Information Commissioner of Canada
- In office June 2010 – February 2018
- Preceded by: Robert Marleau
- Succeeded by: Caroline Maynard

= Suzanne Legault =

Canadian jurist

Suzanne Legault was the Information Commissioner of Canada from June 2010 to February 2018. Prior to her appointment, Legault was the Assistant Information Commissioner from 2007 to 2009 and held the position of interim Information Commissioner from June 2009 to June 2010.

==Education==
In 1988, Legault graduated from McGill Law School with a bachelor's degree in civil and common law. She also went to the Osgoode Hall Law School to obtain an additional legal certificate in adjudication.

==Career==
Legault began her career as a defence lawyer throughout the 1990s and was briefly a Crown attorney. In 1996, she continued her legal career with the Competition Bureau and later became a counsel for the Department of Justice.
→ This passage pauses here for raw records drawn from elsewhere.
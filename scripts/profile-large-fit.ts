// Where one large least-squares fit spends its time, stage by stage: the stages
// of fitLeastSquares called one after another on the same data, each timed by
// the process's CPU time (steadier than wall time on a shared machine), over a
// few rounds; prints the least and the median per stage. The data are random
// from a seeded generator (only their shape matters).
//   npx tsx scripts/profile-large-fit.ts [rows=100000] [columns=30] [rounds=9]
import { buildDesign } from '../src/core/design/index.ts';
import { ALIAS_TOLERANCE, MAX_REFINEMENT_STEPS, fitLeastSquares } from '../src/core/fit/index.ts';
import { equilibrate } from '../src/core/fit/equilibration.ts';
import { applyQ, applyQt, householderQR } from '../src/core/fit/householder-qr.ts';
import { refineLeastSquares } from '../src/core/fit/refinement.ts';
import { conditionFromR } from '../src/core/fit/condition.ts';
import { equilibratedCovariance } from '../src/core/fit/covariance.ts';
import { refinementResiduals } from '../src/core/numeric/dd-vector.ts';
import type { Columns } from '../src/core/types.ts';
import { largeFitData } from './large-fit-data.ts';

const rows = Number(process.argv[2] ?? 100_000);
const m = Number(process.argv[3] ?? 30);
const rounds = Number(process.argv[4] ?? 9);
const { names, columns, y } = largeFitData(rows, m);
const built = buildDesign(columns as Columns, names, true, Array.from({ length: rows }, (_, i) => i));
if ('issues' in built) throw new Error(JSON.stringify(built.issues.slice(0, 3)));
const design = built.design;
const p = design.labels.length;

const cpuMs = () => {
  const u = process.cpuUsage();
  return (u.user + u.system) / 1000;
};
const spent = new Map<string, number[]>();
function timed<T>(stage: string, f: () => T): T {
  const c0 = cpuMs();
  const out = f();
  spent.set(stage, [...(spent.get(stage) ?? []), cpuMs() - c0]);
  return out;
}

let steps = 0;
for (let round = 0; round < rounds; round++) {
  const eq = timed('equilibration', () => equilibrate(design, y, undefined, ALIAS_TOLERANCE));
  const candidates = [eq.interceptColumn, ...Array.from({ length: p }, (_, j) => j).filter((j) => j !== eq.interceptColumn)];
  const qr = timed('Householder QR', () => householderQR(eq.ah, rows, candidates, eq.norm, ALIAS_TOLERANCE));
  const accepted = qr.order.slice(0, qr.rank).map((c) => candidates[c]);
  const sol = timed('refinement (all of it)', () => refineLeastSquares(qr, eq.ah, eq.al, accepted, eq.bh, eq.bl, MAX_REFINEMENT_STEPS));
  steps = sol.steps;
  const z = Float64Array.from(eq.bh);
  timed('  of which one Q^T z', () => applyQt(qr, z));
  timed('  of which one Q z', () => applyQ(qr, z));
  const [fh, fl, g] = [new Float64Array(rows), new Float64Array(rows), new Float64Array(qr.rank)];
  timed('  of which one residual pass', () => refinementResiduals(
    accepted.map((c) => eq.ah[c]), accepted.map((c) => eq.al[c]), sol.xh, sol.xl, eq.bh, eq.bl, sol.rh, sol.rl, fh, fl, g));
  const kappa = timed('condition number', () => conditionFromR(qr));
  timed('covariance', () => equilibratedCovariance(qr, eq.ah, eq.al, accepted, kappa, 'auto'));
  timed('fitLeastSquares, whole', () => fitLeastSquares(design, y));
}

const median = (xs: number[]) => [...xs].sort((a, b) => a - b)[xs.length >> 1];
console.log(`n = ${rows}, p = ${p}, ${rounds} rounds, ${steps} refinement steps after the first solve; CPU ms`);
console.log(`${'stage'.padEnd(30)} ${'least'.padStart(8)} ${'median'.padStart(8)}`);
for (const [stage, xs] of spent) console.log(`${stage.padEnd(30)} ${Math.min(...xs).toFixed(1).padStart(8)} ${median(xs).toFixed(1).padStart(8)}`);
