export interface KindIssueFacts {
  // Lifetime distributions and censored observations (src/core/models/lifetime).
  censoring_status_unknown: { column: string; row: number; value: string };
  /** column null: the request names no upper column at all. */
  censoring_upper_missing: { column: string | null; row: number };
  censoring_upper_not_numeric: { column: string; row: number; value: string };
  censoring_upper_not_above: { column: string; row: number; lower: number; upper: number };
  lifetime_distribution_unknown: { distribution: string; known: string[] };
  lifetime_time_not_positive: { column: string; row: number; value: number; status: string; distribution: string };
  lifetime_no_failures: { rows: number; notEstimable: string[] };
  lifetime_only_left_censored: { rows: number; notEstimable: string[] };
  lifetime_option_invalid: { option: string; value: number; rule: string };
  lifetime_not_converged: {
    name: string;
    distribution: string;
    iterations: number;
    reason: 'iteration_limit' | 'no_ascent' | 'information_singular' | 'scale_collapsed' | 'estimates_diverge';
  };
  /** A candidate whose likelihood takes every response value as observed, on rows that are censored. */
  censored_response_refused: { name: string; form: string; censored: number; rows: number };
  lifetime_weights_not_supported: { candidates: string[] };
  /** A probability mass and a density in one comparison (path: the first mass candidate). */
  // Generalised linear models (src/core/models/glm).
  glm_link_not_allowed: { family: string; link: string; allowed: string[] };
  glm_trials_invalid: { row: number; value: number };
  glm_successes_above_trials: { row: number; successes: number; trials: number };
  glm_count_not_integer: { family: string; row: number; value: number };
  glm_response_outside_support: { family: string; row: number; value: number; support: string };
  glm_weights_not_supported: { family: string };
  glm_no_valid_start: { family: string; link: string };
  glm_step_outside_domain: { family: string; link: string; iteration: number };
  // canonical: the link is already the family's canonical one, so the message does not suggest it.
  glm_not_converged: { family: string; link: string; canonical: boolean; iterations: number; change: number | null; step: number | null };
  glm_separation: { family: string; terms: string[]; rows: number };
  glm_theta_unbounded: { theta: number };
  glm_dispersion_degenerate: { family: string; parameter: string };
  glm_fitted_count_mismatch: { fitted: number; rows: number; dataRows: number };
  glm_fitted_mean_invalid: { family: string; row: number; value: number; support: string };
  glm_distribution_parameter_invalid: { family: string; parameter: string; value: number | null };
  glm_fitted_missing: { row: number };
  glm_fitted_at_dropped_row: { row: number; rows: number[]; count: number };
  glm_column_not_numeric: { column: string; row: number; value: string | null };
  overdispersion_no_model: Record<string, never>;
  /** A request-level trials column with no binomial candidate to read it (candidates: name and kind, in words). */
  // search: refused for a search, whose subsets share one family (there are no candidates to add).
  trials_without_binomial: { trials: string; candidates: string[]; search?: boolean };
  /** rankBy names QAIC or QAICc in a comparison without options.overdispersion. */
  rank_by_needs_overdispersion: { rankBy: string };
  /** Candidates whose likelihoods are a probability mass beside ones that are a density: never ranked together. */
  measures_mixed: { mass: string[]; density: string[] };
  // Nonlinear mean functions (models/nonlinear): the expression, its
  // parameters, start vectors and bounds, and fits that end without a
  // solution. Offsets count characters (Unicode code points) from 0.
  expression_syntax: { offset: number; expected: string; found: string };
  expression_unknown_function: { offset: number; name: string; functions: string[] };
  expression_unknown_column: { offset: number; column: string };
  expression_column_not_numeric: { offset: number; column: string; row: number; value: string };
  expression_too_long: { length: number; limit: number };
  expression_too_deep: { offset: number; limit: number };
  parameter_unused: { parameter: string };
  parameter_name_invalid: { parameter: string; reason: string };
  parameters_too_many: { parameters: number; limit: number };
  start_missing: { given: 'neither' | 'both' };
  starts_parameters_differ: { missing: string[]; extra: string[] };
  start_value_not_finite: { parameter: string };
  bound_unknown_parameter: { parameter: string };
  bound_invalid: { parameter: string; lower: number | null; upper: number | null };
  start_outside_bounds: { parameter: string; value: number; lower: number | null; upper: number | null };
  nonlinear_start_not_finite: { candidate: string; start: number; row: number };
  nonlinear_not_converged: { candidate: string; reason: 'iteration cap' | 'no minimum'; iterations: number; limit: number; starts: number };
  // row: the first data row without a finite value; -1 when no row is known (the final refinement failed), and the message then names none.
  nonlinear_non_finite: { candidate: string; row: number; starts: number };
  nonlinear_rank_deficient: { candidate: string; parameters: string[] };
}
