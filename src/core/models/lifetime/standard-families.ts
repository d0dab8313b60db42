// The three standardised location-scale laws behind seven of the eight
// distributions: the smallest extreme value (log-time of a Weibull or
// exponential life, or time itself), the normal (log-time of a lognormal
// life, or time) and the logistic (log-time of a log-logistic life, or time).
// Each is evaluated in logs and in the ratio forms the likelihood needs
// (hazard f/S, reversed hazard f/F), so that no contribution underflows in a
// tail: a unit censored far beyond the fitted life keeps log S = -e^z (SEV),
// -softplus(z) (logistic) or the normal tail through its Mills ratio.
import erfc from '@stdlib/math-base-special-erfc';
import erfcinv from '@stdlib/math-base-special-erfcinv';
import expm1 from '@stdlib/math-base-special-expm1';
import log1p from '@stdlib/math-base-special-log1p';
import { normalHazard, normalHazardExcess, normalLogSurvival } from './normal-tail.ts';

export interface StandardLaw {
  /** ln f0(z). */
  logDensity(z: number): number;
  /** d/dz ln f0(z). */
  score(z: number): number;
  /** d²/dz² ln f0(z). */
  scoreSlope(z: number): number;
  /** ln S0(z) = ln P(Z > z). */
  logSurvival(z: number): number;
  /** ln F0(z) = ln P(Z <= z). */
  logDistribution(z: number): number;
  /** d/dz ln S0(z) = -f0/S0, minus the hazard. */
  survivalSlope(z: number): number;
  /** d²/dz² ln S0(z). */
  survivalCurvature(z: number): number;
  /** d/dz ln F0(z) = f0/F0, the reversed hazard. */
  distributionSlope(z: number): number;
  /** d²/dz² ln F0(z). */
  distributionCurvature(z: number): number;
  /** z with F0(z) = p. */
  quantile(p: number): number;
  /** Mean and standard deviation of Z, for starting values (moments of the law). */
  mean: number;
  sd: number;
}

const LN_SQRT_2PI = 0.9189385332046728; // ½ ln 2π
const EULER_GAMMA = 0.5772156649015329;

/** f0/F0 of the smallest extreme value: e^z e^{-e^z} / (1 - e^{-e^z}) = w / (e^w - 1), w = e^z. */
function sevReversedHazard(z: number): number {
  const w = Math.exp(z);
  if (w < 1e-300) return 1;
  return w / expm1(w);
}

/** Smallest extreme value: F0(z) = 1 - exp(-e^z). */
export const smallestExtremeValueLaw: StandardLaw = {
  logDensity: (z) => z - Math.exp(z),
  score: (z) => 1 - Math.exp(z),
  scoreSlope: (z) => -Math.exp(z),
  logSurvival: (z) => -Math.exp(z),
  logDistribution(z) {
    const w = Math.exp(z);
    // ln(1 - e^-w) = ln w - w/2 + w²/24 - ... for small w; -expm1 loses w
    // entirely once it underflows (z < -745).
    if (w < 1e-8) return z - w / 2;
    return Math.log(-expm1(-w));
  },
  survivalSlope: (z) => -Math.exp(z),
  survivalCurvature: (z) => -Math.exp(z),
  distributionSlope: sevReversedHazard,
  // r (h - r) with h = 1 - e^z the score.
  distributionCurvature(z) {
    const r = sevReversedHazard(z);
    return r * (1 - Math.exp(z) - r);
  },
  quantile: (p) => Math.log(-log1p(-p)),
  mean: -EULER_GAMMA,
  sd: Math.PI / Math.sqrt(6),
};

/** ln(1 + e^x) without overflow or loss for either sign of x. */
function softplus(x: number): number {
  return x > 0 ? x + log1p(Math.exp(-x)) : log1p(Math.exp(x));
}

/** P(Z <= z) of the standard logistic. */
function logisticCdf(z: number): number {
  return z >= 0 ? 1 / (1 + Math.exp(-z)) : Math.exp(z) / (1 + Math.exp(z));
}

/** Standard logistic: F0(z) = 1 / (1 + e^-z). */
export const logisticLaw: StandardLaw = {
  logDensity: (z) => -Math.abs(z) - 2 * log1p(Math.exp(-Math.abs(z))),
  score: (z) => -Math.tanh(z / 2),
  scoreSlope: (z) => -2 * logisticCdf(z) * logisticCdf(-z),
  logSurvival: (z) => -softplus(z),
  logDistribution: (z) => -softplus(-z),
  // (ln S0)' = -F0, (ln F0)' = S0, and both curvatures are -F0 S0.
  survivalSlope: (z) => -logisticCdf(z),
  survivalCurvature: (z) => -logisticCdf(z) * logisticCdf(-z),
  distributionSlope: (z) => logisticCdf(-z),
  distributionCurvature: (z) => -logisticCdf(z) * logisticCdf(-z),
  quantile: (p) => Math.log(p) - log1p(-p),
  mean: 0,
  sd: Math.PI / Math.sqrt(3),
};

/** Standard normal. */
export const normalLaw: StandardLaw = {
  logDensity: (z) => -0.5 * z * z - LN_SQRT_2PI,
  score: (z) => -z,
  scoreSlope: () => -1,
  logSurvival: normalLogSurvival,
  logDistribution: (z) => normalLogSurvival(-z),
  // (ln S0)' = -λ(z), (ln S0)'' = -λ(z)(λ(z) - z); ln F0(z) = ln S0(-z).
  survivalSlope: (z) => -normalHazard(z),
  survivalCurvature: (z) => -normalHazard(z) * normalHazardExcess(z),
  distributionSlope: (z) => normalHazard(-z),
  distributionCurvature: (z) => -normalHazard(-z) * normalHazardExcess(-z),
  quantile: (p) => (p < 0.5 ? -Math.SQRT2 * erfcinv(2 * p) : Math.SQRT2 * erfcinv(2 * (1 - p))),
  mean: 0,
  sd: 1,
};

/** P(Z > z) for the standard normal, for tests and plots (erfc keeps the upper tail's relative accuracy). */
export function normalSurvival(z: number): number {
  return 0.5 * erfc(z / Math.SQRT2);
}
From 2007 to 2009, Legault was the Assistant Information Commissioner of Canada. In June 2009, Legault was named interim Information Commissioner after the retirement of Robert Marleau. Almost a year after being named interim Information Commissioner, Legault was appointed as the Information Commissioner of Canada in June 2010.

Near the end of her seven year tenure, Legault declared that she was not seeking re-election as Information Commissioner when her position expired in June 2017. However, Legault's position was extended twice to February 2018 when the Canadian federal government could not find an immediate successor. Legault remained as Information Commissioner until the end of February 2018 after her replacement Caroline Maynard was announced.

==Awards and honours==
Legault was awarded the 2016 Spencer Moore Award by the Canadian Committee for World Press Freedom.